Stored items
::::::

/**
 * Reading a plan.json back (for `fluxlane verify`, the per-edge commands' `--plan` and
 * `fluxlane plan --from`; written by src/report/plan-json.ts): JSON syntax errors and schema
 * problems become
 * an InputError naming file:line:column, what was expected and what was found. Only the fields
 * verify needs are required (a plan edited by hand may drop the derived ones); unknown fields are
 * kept. Positions of schema problems come from the yaml package's source map of the same text
 * (JSON is YAML; src/layout/yaml-source.ts), built only when there is a problem to locate.
 */
import { z } from 'zod';
import { DiagnosticCollector, type Path } from '../layout/diagnostics.js';
import { readYamlSource } from '../layout/yaml-source.js';
import { InputError } from '../util/errors.js';
import type { ChipLayout } from '../layout/types.js';

/** The plan file's format name and version (plan.json's `format` and `version`). */
export const PLAN_FORMAT = 'fluxlane-plan';
export const PLAN_VERSION = 1;

const hz = z.number({ error: () => 'a frequency in Hz (a number)' }).positive({ error: () => 'a positive frequency in Hz' });

const GateSchema = z.looseObject({
  family: z.string({ error: () => 'a ramp family name' }).optional(),
  crossingOffset: z.number({ error: () => 'a frequency offset in Hz (a number)' }).nullable().optional(),
  rampTime: z.number({ error: () => 'a ramp time in s (a number)' }).positive().nullable().optional(),
  duration: z.number({ error: () => 'a duration in s (a number)' }).positive().nullable().optional(),
  targetPhase: z.number({ error: () => 'a phase in rad (a number)' }).nullable().optional(),
  waveform: z.string().optional(),
  awgProgram: z.string().optional(),
  fidelityNoisyMethod: z.enum(['lindblad', 'estimate']).nullable().optional(),
  feasible: z.boolean().optional(),
  reason: z.string().optional(),
});

const EdgeSchema = z.looseObject({
  qubits: z.tuple([z.string(), z.string()], { error: () => 'a pair of qubit ids ["A", "B"]' }),
  mover: z.string({ error: () => 'a qubit id' }),
  crossing: z.enum(['11-20', '11-02'], { error: () => '"11-20" or "11-02"' }),
  interactionFrequency: hz.nullable(),
  crossingFrequency: hz.nullable().optional(),
  spectatorParking: z.record(z.string(), hz, { error: () => 'an object from qubit id to frequency in Hz' }).default({}),
  spectatorParkingFlux: z.record(z.string(), z.number(), { error: () => 'an object from qubit id to flux in Phi0' }).optional(),
  layer: z.number({ error: () => 'a layer index (an integer >= 0)' }).int({ error: () => 'a layer index (an integer >= 0)' }).min(0, { error: () => 'a layer index (an integer >= 0)' }),
  rampTime: z.number({ error: () => 'a ramp time in s (a number)' }).positive({ error: () => 'a positive ramp time in s' }),
  gate: GateSchema.nullable().optional(),
});

const PlanSchema = z.looseObject({
  format: z.literal(PLAN_FORMAT, { error: () => `"${PLAN_FORMAT}"` }),
  version: z.literal(PLAN_VERSION, { error: () => `version ${PLAN_VERSION}` }),
  qubits: z.record(z.string(), z.looseObject({ parkingFrequency: hz, parkingFlux: z.number({ error: () => 'a flux in Phi0 (a number)' }).optional() }), { error: () => 'an object from qubit id to { parkingFrequency }' }),
  edges: z.array(EdgeSchema, { error: () => 'a list of edges' }),
});

export type PlanInput = z.output<typeof PlanSchema>;
export type PlanEdgeInput = z.output<typeof EdgeSchema>;

/** Parse and check a plan's text against the layout; throws InputError with positions. */
export function readPlan(text: string, file: string, layout: ChipLayout): PlanInput {
  let raw: unknown;
  try {
    raw = JSON.parse(text);
  } catch (err) {
    const message = err instanceof Error ? err.message : String(err);
    const { line, column } = jsonErrorPosition(text, message);
    throw new InputError({ file, line, column, message: `expected JSON (a plan.json written by fluxlane plan), found a syntax error: ${message.replace(/ in JSON at position \d+.*$/, '').replace(/^JSON\.parse: /, '')}` });
  }
  const parsed = PlanSchema.safeParse(raw);
  const problems: { path: Path; message: string }[] = [];
  if (!parsed.success) {
    for (const issue of parsed.error.issues) {
      const path = issue.path.filter((p): p is string | number => typeof p === 'string' || typeof p === 'number');
      problems.push({ path, message: `expected ${issue.message}, found ${describe(valueAt(raw, path))}` });
    }
  } else {
    const plan = parsed.data;
    const ids = new Set(layout.qubits.map((q) => q.id));
    for (const q of layout.qubits) if (!(q.id in plan.qubits)) problems.push({ path: ['qubits'], message: `expected a parking frequency for every qubit of ${layout.file}, found none for ${q.id}` });
    for (const q of Object.keys(plan.qubits)) if (!ids.has(q)) problems.push({ path: ['qubits', q], message: `expected a qubit of ${layout.file}, found ${q}` });
    const pairKey = (a: string, b: string) => (a < b ? `${a}\u0000${b}` : `${b}\u0000${a}`);
    const couplings = new Set(layout.couplings.map((c) => pairKey(c.a, c.b)));
    const seen = new Set<string>();
    plan.edges.forEach((e, k) => {
      const key = pairKey(e.qubits[0], e.qubits[1]);
      if (!couplings.has(key)) problems.push({ path: ['edges', k, 'qubits'], message: `expected a coupling of ${layout.file}, found ${e.qubits.join('-')}` });
      else if (seen.has(key)) problems.push({ path: ['edges', k, 'qubits'], message: `expected each coupling once, found ${e.qubits.join('-')} again` });
      seen.add(key);
      if (!e.qubits.includes(e.mover)) problems.push({ path: ['edges', k, 'mover'], message: `expected ${e.qubits[0]} or ${e.qubits[1]}, found ${JSON.stringify(e.mover)}` });
      for (const s of Object.keys(e.spectatorParking)) {
        if (!ids.has(s) || e.qubits.includes(s)) problems.push({ path: ['edges', k, 'spectatorParking', s], message: `expected a spectator qubit id (not the gate's own qubits), found ${JSON.stringify(s)}` });
      }
    });
    for (const c of layout.couplings) if (!seen.has(pairKey(c.a, c.b))) problems.push({ path: ['edges'], message: `expected an edge for every coupling of ${layout.file}, found none for ${c.a}-${c.b}` });
  }
  if (problems.length > 0) {
    const tree = readYamlSource(text, new DiagnosticCollector(file));
    const located = new DiagnosticCollector(file, tree ? tree.locate : undefined);
    for (const p of problems) located.add(p.path, p.message, 'value');
    located.throwIfAny();
  }
  return parsed.data!;
}

/**
 * A plan.json as a plain document, without a layout to check it against (for `fluxlane diff`):
 * JSON syntax errors with file:line:column, and the format and version checked.
 */
export function readPlanDocument(text: string, file: string): Record<string, unknown> {
  let raw: unknown;
  try {
    raw = JSON.parse(text);
  } catch (err) {
    const message = err instanceof Error ? err.message : String(err);
    const { line, column } = jsonErrorPosition(text, message);
    throw new InputError({ file, line, column, message: `expected JSON (a plan.json written by fluxlane plan), found a syntax error: ${message.replace(/ in JSON at position \d+.*$/, '').replace(/^JSON\.parse: /, '')}` });
  }
  const doc = raw as Record<string, unknown>;
  if (!doc || typeof doc !== 'object' || Array.isArray(doc) || doc.format !== PLAN_FORMAT || doc.version !== PLAN_VERSION || typeof doc.qubits !== 'object' || !Array.isArray(doc.edges)) {
    throw new InputError({ file, message: `expected a plan.json written by fluxlane plan (format "${PLAN_FORMAT}", version ${PLAN_VERSION}, with qubits and edges), found ${Array.isArray(raw) ? 'a list' : typeof raw === 'object' && raw !== null ? `format ${JSON.stringify(doc.format)}, version ${JSON.stringify(doc.version)}` : typeof raw}` });
  }
  return doc;
}

/** 1-based line and column of a JSON.parse error (V8 reports a character position or line/column). */
export function jsonErrorPosition(text: string, message: string): { line: number; column: number } {
  const lc = /line (\d+) column (\d+)/.exec(message);
  if (lc) return { line: Number(lc[1]), column: Number(lc[2]) };
  const pos = /position (\d+)/.exec(message);
  const offset = pos ? Number(pos[1]) : text.length;
  const before = text.slice(0, offset);
  const line = before.split('\n').length;
  const column = offset - (before.lastIndexOf('\n') + 1) + 1;
  return { line, column };
}

function valueAt(root: unknown, path: Path): unknown {
  let v: unknown = root;
  for (const p of path) {
    if (v === null || typeof v !== 'object') return undefined;
    v = (v as Record<string | number, unknown>)[p];
  }
  return v;
}

function describe(v: unknown): string {
  if (v === undefined) return 'nothing';
  if (v === null) return 'null';
  if (typeof v === 'string') return JSON.stringify(v.length > 40 ? `${v.slice(0, 40)}...` : v);
  if (Array.isArray(v)) return `a list of ${v.length}`;
  if (typeof v === 'object') return 'an object';
  return String(v);
}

::::::

**Exercise details**
From the records above, retype only the lines starting at the line that contains "export type PlanInput" and ending at the line that contains "with positions. */", both included.

**Finished task**
export type PlanInput = z.output<typeof PlanSchema>;
export type PlanEdgeInput = z.output<typeof EdgeSchema>;

/** Parse and check a plan's text against the layout; throws InputError with positions. */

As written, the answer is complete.